One topic that comes up more and more frequently among customers is application availability and continuous operation. Currently, the Datacom Server process involves only a single instance, and this article provides some considerations and thoughts about different options in the event that the currently operating Server application fails. These same considerations apply if the LPAR on which the Server runs fails, when the Server runs on a different LPAR from the Datacom/DB MUF.

z/OS

In thinking about both Disaster Recovery/Business Continuance strategies and operational goals with Datacom Server (SRV), we believe the best place to start is to run multiple SRV instances. This is conceptually similar to the Shadow MUF (SM) approach, but with some advantages. While SM supports only one active instance at a time, a multi-SRV setup allows for simultaneous activity and offers greater flexibility.
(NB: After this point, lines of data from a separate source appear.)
import type { ErrorRequestHandler } from 'express';
import { z } from 'zod';
import { issuesInWords, problemSentence, type ProblemInWords } from '../../shared/schemas/words';

export type ErrorCode =
  | 'validation'
  | 'unauthenticated'
  | 'forbidden'
  | 'not_found'
  | 'conflict'
  | 'too_large'
  | 'unsupported_media_type'
  | 'password_change_required'
  | 'bad_file'
  | 'rate_limited'
  | 'unavailable'
  | 'internal';

const STATUS: Record<ErrorCode, number> = {
  validation: 400,
  bad_file: 400,
  unauthenticated: 401,
  forbidden: 403,
  not_found: 404,
  conflict: 409,
  too_large: 413,
  unsupported_media_type: 415,
  password_change_required: 403,
  rate_limited: 429,
  unavailable: 503,
  internal: 500,
};

/** An error with a status and a message meant for the user. Thrown by guards and services. */
export class HttpError extends Error {
  readonly status: number;
  constructor(
    readonly code: ErrorCode,
    message: string,
    readonly details?: unknown,
  ) {
    super(message);
    this.status = STATUS[code];
  }
}

export const notFound = (what: string) => new HttpError('not_found', `${what} not found`);

/**
 * zod issues as `{ field, label, message }`: `field` the dotted path (forms put the message on
 * that field), `label` the path in words, naming list entries by number and name
 * (`shared/schemas/words.ts`, the one place for validation words).
 */
export function zodDetails(error: z.ZodError, value?: unknown, whole = 'The request'): ProblemInWords[] {
  return issuesInWords(error, value, whole);
}

/** Parses with a schema, throwing a 400 that names every failing field in words. */
export function parseInput<S extends z.ZodType>(schema: S, value: unknown, where = 'body'): z.infer<S> {
  const result = schema.safeParse(value);
  if (!result.success) {
    const details = zodDetails(result.error, value, where === 'form' ? 'The form' : 'The request');
    const first = problemSentence(details[0]);
    const more = details.length > 1 ? ` (and ${details.length - 1} more ${details.length === 2 ? 'problem' : 'problems'})` : '';
    throw new HttpError('validation', `${first}${more}`, details);
  }
  return result.data;
}

/**
 * Errors that Express, its router and body parsers raise for a malformed request, as the client
 * errors they are (never a 500 with a stack trace in the log): a path with a bad percent-escape
 * (the router's 400), a charset or content encoding the parser does not know (415), a body too
 * deeply nested to parse (400), and any other 4xx they mark.
 */
function clientError(err: unknown): HttpError | null {
  if (!err || typeof err !== 'object') return null;
  const e = err as { type?: unknown; status?: unknown; statusCode?: unknown; message?: unknown };
  if (e.type === 'charset.unsupported' || e.type === 'encoding.unsupported') {
    return new HttpError('unsupported_media_type', `Unsupported request body encoding: ${String(e.message ?? '')}`);
  }
  if (err instanceof RangeError && /call stack/i.test(err.message)) return new HttpError('validation', 'Request body is nested too deeply');
  if (err instanceof URIError) return new HttpError('validation', 'Malformed percent-escape in the request address');
  const status = typeof e.status === 'number' ? e.status : typeof e.statusCode === 'number' ? e.statusCode : 0;
  if (status === 413) return new HttpError('too_large', 'Request body too large');
  if (status === 415) return new HttpError('unsupported_media_type', 'Unsupported request body type');
  if (status >= 400 && status < 500) return new HttpError('validation', 'Malformed request');
  return null;
}

/** The one error handler: JSON `{ error: { code, message, details } }`, no stack traces outside development. */
export function errorHandler(options: { exposeStack: boolean; log: (err: unknown) => void }): ErrorRequestHandler {
  return (err, _req, res, _next) => {
    let httpError: HttpError;
    if (err instanceof HttpError) {
      httpError = err;
    } else if (err && typeof err === 'object' && 'type' in err && err.type === 'entity.too.large') {
      httpError = new HttpError('too_large', 'Request body too large');
    } else if (err && typeof err === 'object' && 'type' in err && err.type === 'entity.parse.failed') {
      httpError = new HttpError('validation', 'Request body is not valid JSON');
    } else if (err && typeof err === 'object' && 'code' in err && err.code === 'LIMIT_FILE_SIZE') {
      httpError = new HttpError('too_large', (err as Error).message);
    } else if (clientError(err)) {
      httpError = clientError(err)!;
    } else {
      options.log(err);
      httpError = new HttpError('internal', 'Internal server error');
    }
    if (res.headersSent) return;
    const body: { error: { code: string; message: string; details?: unknown; stack?: string } } = {
      error: { code: httpError.code, message: httpError.message, details: httpError.details ?? null },
    };
    if (options.exposeStack && httpError.code === 'internal' && err instanceof Error) body.error.stack = err.stack;
    res.status(httpError.status).json(body);
  };
}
There are essentially two models to consider:

1. Failover Model: One SRV instance is active, with a second activated only if the first fails — similar to SM behavior.
2. Active-Active Model: Multiple SRV instances are active across different LPARs. This is the more robust and scalable option, and the one we’ll focus on here.

In the active-active model, you’re not limited to two instances—you could run three, four, or more to distribute workload. For example, if you normally have 50 users on one SRV, you might configure two or more SRVs with 30–40 users each, providing both load balancing and failover resilience.

Workload Distribution Options

• Manual Assignment: Applications direct users to specific SRV instances (e.g., SRV1 or SRV2). This can improve throughput but requires application-side routing.
• Network Load Balancer (NLB): A more scalable option. An NLB routes traffic to available SRV instances based on defined criteria. These tools are commonly used by many companies for distributing load across several services (we use several of them here for customer file transfers to Broadcom support servers).

If you were using a NLB and then had an SRV failure, you could create an automated process to:

1. Remove the SRV instance from the load balancer (if necessary)
2. Send alerts
3. Restart the SRV (note: every SRV start is a Cold start)
4. Reintegrate the SRV with the load balancer once it’s back online (if necessary)

One benefit of using load balancers is that a single NLB can manage many services for many customers—multiple SRV instances for Prod, Test, QA, etc., as well as many other IP-based services—and it’s possible you already have one or more in place at your firm. More importantly, this option does not require application changes, as traffic is routed at Layer 4 (TCP).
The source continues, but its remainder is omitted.